(TASK MATERIAL Opens)

//! Text contrast of the theme's colour pairs, in the dark and the light theme: at least
//! 7:1 (WCAG 2.1 contrast ratio, success criterion 1.4.6 "Contrast (Enhanced)", using its
//! relative-luminance formula). Pairs are declared in ui/theme.slint with
//! `// contrast-pair: FG on BG` comments; each colour is written `dark ? DARK : LIGHT`.

/// A colour of the theme: the dark one (`light` false) or the light one.
fn colour(theme: &str, name: &str, light: bool) -> [f64; 3] {
    let needle = format!("property <color> {name}:");
    let line = theme
        .lines()
        .find(|l| l.contains(&needle))
        .unwrap_or_else(|| panic!("colour {name} not in theme"));
    let hexes: Vec<&str> = line.split('#').skip(1).collect();
    assert!(
        line.contains("dark ?") && hexes.len() == 2,
        "colour {name} is not written `dark ? #DARK : #LIGHT`: {line}"
    );
    let hex = hexes[usize::from(light)];
    let v = |i: usize| u8::from_str_radix(&hex[i..i + 2], 16).unwrap() as f64 / 255.0;
    [v(0), v(2), v(4)]
}

fn luminance(c: [f64; 3]) -> f64 {
    let lin = |x: f64| {
        if x <= 0.03928 {
            x / 12.92
        } else {
            ((x + 0.055) / 1.055).powf(2.4)
        }
    };
    0.2126 * lin(c[0]) + 0.7152 * lin(c[1]) + 0.0722 * lin(c[2])
}

fn contrast(a: [f64; 3], b: [f64; 3]) -> f64 {
    let (la, lb) = (luminance(a), luminance(b));
    (la.max(lb) + 0.05) / (la.min(lb) + 0.05)
}

#[test]
fn wcag_formula_matches_known_values() {
    // WCAG 2.1: black on white is 21:1; #777777 on white is about 4.48:1.
    assert!((contrast([0.0; 3], [1.0; 3]) - 21.0).abs() < 1e-9);
    let grey = 0x77 as f64 / 255.0;
    assert!((contrast([grey; 3], [1.0; 3]) - 4.48).abs() < 0.01);
}

#[test]
fn every_declared_pair_reaches_seven_to_one_in_both_themes() {
    let theme = include_str!("../ui/theme.slint");
    for (light, name) in [(false, "dark"), (true, "light")] {
        let mut pairs = 0;
        let mut lowest = f64::INFINITY;
        for line in theme.lines() {
            if let Some(rest) = line.trim().strip_prefix("// contrast-pair:") {
                let parts: Vec<&str> = rest.split(" on ").map(str::trim).collect();
                let fg = colour(theme, parts[0], light);
                let bg = colour(theme, parts[1], light);
                let c = contrast(fg, bg);
                assert!(c >= 7.0, "{name}: {} on {}: {c:.2}:1", parts[0], parts[1]);
                lowest = lowest.min(c);
                pairs += 1;
            }
        }
        println!("{name} theme: {pairs} declared pairs, lowest {lowest:.2}:1");
        assert!(pairs >= 8, "only {pairs} pairs declared");
    }
}

#[test]
fn a_light_colour_on_a_light_ground_is_caught() {
    // The check must be able to fail: the dark theme's text on the light background.
    let theme = include_str!("../ui/theme.slint");
    let c = contrast(
        colour(theme, "text", false),
        colour(theme, "background", true),
    );
    assert!(c < 1.5, "{c}");
}

#[path = "layout_check/mod.rs"]
mod layout_check;

/// Every text the real UI shows, in every state a diver meets (selected values and
/// choices, disabled buttons, warnings, the mine mark, boxed chart cells, prompts),
/// against what is painted behind it: at least 7:1 (WCAG 2.1, 1.4.6). The colours are
/// read from the laid-out item tree, so a state's pair cannot be missed by the list of
/// declared pairs above.
#[test]
fn every_text_in_every_state_reaches_seven_to_one_dark() {
    every_text_in_every_state(turnsheet::storage::settings::ThemeChoice::Dark);
}

#[test]
fn every_text_in_every_state_reaches_seven_to_one_light() {
    every_text_in_every_state(turnsheet::storage::settings::ThemeChoice::Light);
}

fn every_text_in_every_state(theme: turnsheet::storage::settings::ThemeChoice) {
    use slint::ComponentHandle;
    use turnsheet::app::App;
    use turnsheet::app::adapters::refresh_all;
    use turnsheet::app::nav::Screen;
    use turnsheet::app::session::{EntryTarget, Session};

    i_slint_backend_testing::init_no_event_loop();
    let dir = tempfile::tempdir().unwrap();
    let app = App::new(dir.path()).unwrap();
    // Tall, so that every text is laid out on screen at once.
    app.window
        .window()
        .set_size(slint::LogicalSize::new(412.0, 3000.0));
    let mut failures = Vec::new();
    let mut checked = 0;
    let mut lowest = (f64::INFINITY, String::new());
    let mut state = |name: &str, f: &dyn Fn(&mut Session)| {
        f(&mut app.session.borrow_mut());
        refresh_all(&app.window, &app.session.borrow());
        for t in layout_check::texts(app.window.window()) {
            if t.covered || t.colour.alpha() == 0 {
                continue;
            }
            let fg = layout_check::blend(t.colour, t.background);
            let c = layout_check::contrast(fg, t.background);
            checked += 1;
            if c < lowest.0 {
                lowest = (
                    c,
                    format!("{name}: {:?}", t.text.chars().take(30).collect::<String>()),
                );
            }
            if c < 7.0 {
                failures.push(format!(
                    "{name}: {:?} {:?} on {:?}: {c:.2}:1",
                    t.text.chars().take(30).collect::<String>(),
                    fg,
                    t.background
                ));
            }
        }
    };
    // The theme is chosen as in Settings (and saved), before the first page is drawn.
    let index = turnsheet::storage::settings::ThemeChoice::ALL
        .iter()
        .position(|t| *t == theme)
        .unwrap();
    app.session.borrow_mut().set_theme(index);
    refresh_all(&app.window, &app.session.borrow());
    let dark = app.window.global::<turnsheet::app::ui::Theme>().get_dark();
    assert_eq!(
        dark,
        theme == turnsheet::storage::settings::ThemeChoice::Dark
    );
    state("cautions", &|_| {});
    state("team", &|s| s.acknowledge_cautions());
    // A value already read: the keypad opens with it selected (lit).
    state("keypad selected", &|s| {
        s.confirm_start(0);
        s.open_entry(EntryTarget::Start(0))
    });
    // A refused value: the message, the field's border and Done disabled.
    state("keypad refused", &|s| {
        for k in ["9", "9", "9"] {
            s.key(k);
        }
    });
    // An overfill: said on the keypad, not refused.
    state("keypad warning", &|s| {
        s.key("clear");
        for k in ["3", "0", "0"] {
            s.key(k);
        }
    });
    state("team with warnings and halves", &|s| {
        s.entry_done();
        s.set_rule(0); // halves: the rule warning
    });
    state("letters", &|s| s.open_entry(EntryTarget::DiverName(0)));
    state("mix picker", &|s| {
        s.cancel_entry();
        s.open_mix_picker(0);
    });
    state("cylinder picker", &|s| {
        s.picker.close();
        s.open_cylinder_picker(1);
    });
    state("custom set", &|s| s.open_custom_cylinders());
    state("turns", &|s| {
        s.picker.close();
        for i in 0..s.team.len() {
            s.confirm_start(i);
        }
        s.go(Screen::Turns);
    });
    state("buddy", &|s| s.go(Screen::Buddy));
    state("chart", &|s| {
        s.back();
        s.go(Screen::Chart);
    });
    state("fill", &|s| {
        s.back();
        s.back();
        s.go(Screen::Fill);
    });
    state("settings", &|s| {
        s.back();
        s.go(Screen::Settings);
    });
    state("locker", &|s| {
        s.go(Screen::Locker);
        s.locker_copy_preset(0);
        s.locker_save().unwrap();
        let id = s.locker.entries()[0].id;
        s.locker.make_mine(id);
    });
    state("locker edit, name warning", &|s| {
        let id = s.locker.entries()[0].id;
        s.locker_edit(id);
        s.open_entry(EntryTarget::LockerName);
        s.key("clear");
        s.key("A");
        s.entry_done();
        s.locker.edit_draft(|d| d.change_count(1));
    });
    state("discard prompt", &|s| {
        s.back();
    });
    println!(
        "{theme:?} theme: {checked} texts in 18 states; lowest {:.2}:1 ({})",
        lowest.0, lowest.1
    );
    assert!(checked > 300, "only {checked} texts looked at");
    assert!(
        failures.is_empty(),
        "{theme:?} theme: {} texts under 7:1:\n{}",
        failures.len(),
        failures.join("\n")
    );
}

(TASK MATERIAL Closes)

From the listing above, copy every line that holds the string "background".

    // The check must be able to fail: the dark theme's text on the light background.
        colour(theme, "background", true),
            let fg = layout_check::blend(t.colour, t.background);
            let c = layout_check::contrast(fg, t.background);
                    t.background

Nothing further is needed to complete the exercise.